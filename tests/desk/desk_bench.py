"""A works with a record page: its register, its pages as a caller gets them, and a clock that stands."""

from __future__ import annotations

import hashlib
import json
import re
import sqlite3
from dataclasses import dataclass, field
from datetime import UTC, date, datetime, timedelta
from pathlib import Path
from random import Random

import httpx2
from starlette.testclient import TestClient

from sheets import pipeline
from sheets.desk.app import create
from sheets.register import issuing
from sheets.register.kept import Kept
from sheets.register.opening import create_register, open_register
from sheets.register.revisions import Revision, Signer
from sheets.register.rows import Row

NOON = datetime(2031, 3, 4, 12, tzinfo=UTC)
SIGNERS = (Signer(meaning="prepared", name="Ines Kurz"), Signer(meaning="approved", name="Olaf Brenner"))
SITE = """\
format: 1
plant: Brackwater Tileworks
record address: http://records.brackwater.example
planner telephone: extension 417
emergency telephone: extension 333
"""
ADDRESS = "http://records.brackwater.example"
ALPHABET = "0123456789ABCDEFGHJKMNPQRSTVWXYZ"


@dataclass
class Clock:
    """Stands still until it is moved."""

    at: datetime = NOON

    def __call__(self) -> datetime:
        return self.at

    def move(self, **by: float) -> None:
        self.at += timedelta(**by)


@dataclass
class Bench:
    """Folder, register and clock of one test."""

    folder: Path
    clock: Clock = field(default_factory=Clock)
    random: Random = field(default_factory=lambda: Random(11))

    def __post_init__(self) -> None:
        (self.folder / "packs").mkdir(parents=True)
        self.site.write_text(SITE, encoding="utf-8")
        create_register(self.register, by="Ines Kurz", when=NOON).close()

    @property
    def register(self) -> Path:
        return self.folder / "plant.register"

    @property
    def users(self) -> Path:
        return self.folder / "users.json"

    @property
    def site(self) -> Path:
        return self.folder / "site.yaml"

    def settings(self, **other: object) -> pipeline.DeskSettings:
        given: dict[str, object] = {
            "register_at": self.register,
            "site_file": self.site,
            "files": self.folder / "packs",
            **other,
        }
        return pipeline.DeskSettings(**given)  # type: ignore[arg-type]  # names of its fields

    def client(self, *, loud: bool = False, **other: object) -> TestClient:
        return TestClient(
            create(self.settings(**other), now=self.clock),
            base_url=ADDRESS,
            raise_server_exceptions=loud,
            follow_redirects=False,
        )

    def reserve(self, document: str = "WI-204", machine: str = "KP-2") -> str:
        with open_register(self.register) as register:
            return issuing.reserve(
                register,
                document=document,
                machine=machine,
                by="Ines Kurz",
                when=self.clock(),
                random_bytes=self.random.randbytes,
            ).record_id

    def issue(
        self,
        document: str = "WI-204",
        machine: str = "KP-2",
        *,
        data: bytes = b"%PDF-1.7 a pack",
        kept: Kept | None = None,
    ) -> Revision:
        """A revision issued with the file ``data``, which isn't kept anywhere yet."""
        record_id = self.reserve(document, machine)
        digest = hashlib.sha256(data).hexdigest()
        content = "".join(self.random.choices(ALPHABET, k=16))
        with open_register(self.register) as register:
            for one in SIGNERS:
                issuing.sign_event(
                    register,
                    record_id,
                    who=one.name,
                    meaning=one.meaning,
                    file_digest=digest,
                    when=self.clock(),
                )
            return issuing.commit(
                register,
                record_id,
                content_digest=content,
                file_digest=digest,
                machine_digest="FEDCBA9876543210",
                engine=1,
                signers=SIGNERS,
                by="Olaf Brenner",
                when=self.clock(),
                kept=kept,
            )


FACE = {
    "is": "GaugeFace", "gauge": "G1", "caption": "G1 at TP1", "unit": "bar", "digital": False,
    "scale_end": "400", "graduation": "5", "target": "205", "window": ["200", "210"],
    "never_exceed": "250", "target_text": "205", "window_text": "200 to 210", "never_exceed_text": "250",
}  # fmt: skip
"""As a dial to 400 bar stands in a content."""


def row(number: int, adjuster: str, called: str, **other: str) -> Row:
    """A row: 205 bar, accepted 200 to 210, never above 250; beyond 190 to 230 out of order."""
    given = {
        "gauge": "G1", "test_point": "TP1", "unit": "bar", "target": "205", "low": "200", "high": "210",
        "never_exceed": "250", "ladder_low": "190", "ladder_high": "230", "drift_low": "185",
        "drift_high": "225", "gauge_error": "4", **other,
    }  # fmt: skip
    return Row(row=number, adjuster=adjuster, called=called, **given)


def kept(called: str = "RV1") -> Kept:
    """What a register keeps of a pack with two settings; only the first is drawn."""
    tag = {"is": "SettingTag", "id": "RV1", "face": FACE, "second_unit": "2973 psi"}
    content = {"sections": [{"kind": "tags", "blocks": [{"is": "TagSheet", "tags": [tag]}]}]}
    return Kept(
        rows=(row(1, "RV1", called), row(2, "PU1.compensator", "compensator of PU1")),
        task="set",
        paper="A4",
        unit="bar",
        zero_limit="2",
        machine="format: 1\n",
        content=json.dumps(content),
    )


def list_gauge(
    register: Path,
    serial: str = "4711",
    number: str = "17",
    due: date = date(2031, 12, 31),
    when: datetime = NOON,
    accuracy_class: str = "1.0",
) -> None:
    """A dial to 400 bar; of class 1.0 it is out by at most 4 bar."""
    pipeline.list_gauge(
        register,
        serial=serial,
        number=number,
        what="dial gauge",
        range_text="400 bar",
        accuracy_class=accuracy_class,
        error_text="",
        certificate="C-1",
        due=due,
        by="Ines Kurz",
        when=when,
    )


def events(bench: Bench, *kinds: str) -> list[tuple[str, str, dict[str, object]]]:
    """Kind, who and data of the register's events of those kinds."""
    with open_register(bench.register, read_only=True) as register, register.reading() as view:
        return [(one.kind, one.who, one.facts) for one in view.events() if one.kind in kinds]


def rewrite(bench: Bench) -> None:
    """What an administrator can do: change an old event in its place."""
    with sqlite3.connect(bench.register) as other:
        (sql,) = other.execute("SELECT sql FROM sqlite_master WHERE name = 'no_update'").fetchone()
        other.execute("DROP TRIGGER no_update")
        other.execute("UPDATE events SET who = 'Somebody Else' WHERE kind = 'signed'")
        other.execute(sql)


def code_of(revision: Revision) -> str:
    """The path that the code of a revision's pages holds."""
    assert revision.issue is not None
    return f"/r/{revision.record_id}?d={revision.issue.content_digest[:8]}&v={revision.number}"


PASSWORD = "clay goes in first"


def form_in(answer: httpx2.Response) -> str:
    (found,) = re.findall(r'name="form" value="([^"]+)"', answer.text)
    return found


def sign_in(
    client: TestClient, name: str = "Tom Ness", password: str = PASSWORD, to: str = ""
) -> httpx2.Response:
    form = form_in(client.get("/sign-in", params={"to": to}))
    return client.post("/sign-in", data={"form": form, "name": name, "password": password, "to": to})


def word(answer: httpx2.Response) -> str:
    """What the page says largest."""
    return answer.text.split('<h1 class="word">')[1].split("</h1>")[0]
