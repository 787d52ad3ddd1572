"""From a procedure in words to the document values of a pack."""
-----
Please transcribe the data above without changes, from its first line to its "from sheets.register.rows import Row" line, and leave out anything past that.

**WRITTEN SOLUTION:**
filename tests/desk/desk_bench.py
"""A works with a record page: its register, its pages as a caller gets them, and a clock that stands."""

from __future__ import annotations

import hashlib
import json
import re
import sqlite3
from dataclasses import dataclass, field
from datetime import UTC, date, datetime, timedelta
from pathlib import Path
from random import Random

import httpx2
from starlette.testclient import TestClient

from sheets import pipeline
from sheets.desk.app import create
from sheets.register import issuing
from sheets.register.kept import Kept
from sheets.register.opening import create_register, open_register
from sheets.register.revisions import Revision, Signer
from sheets.register.rows import Row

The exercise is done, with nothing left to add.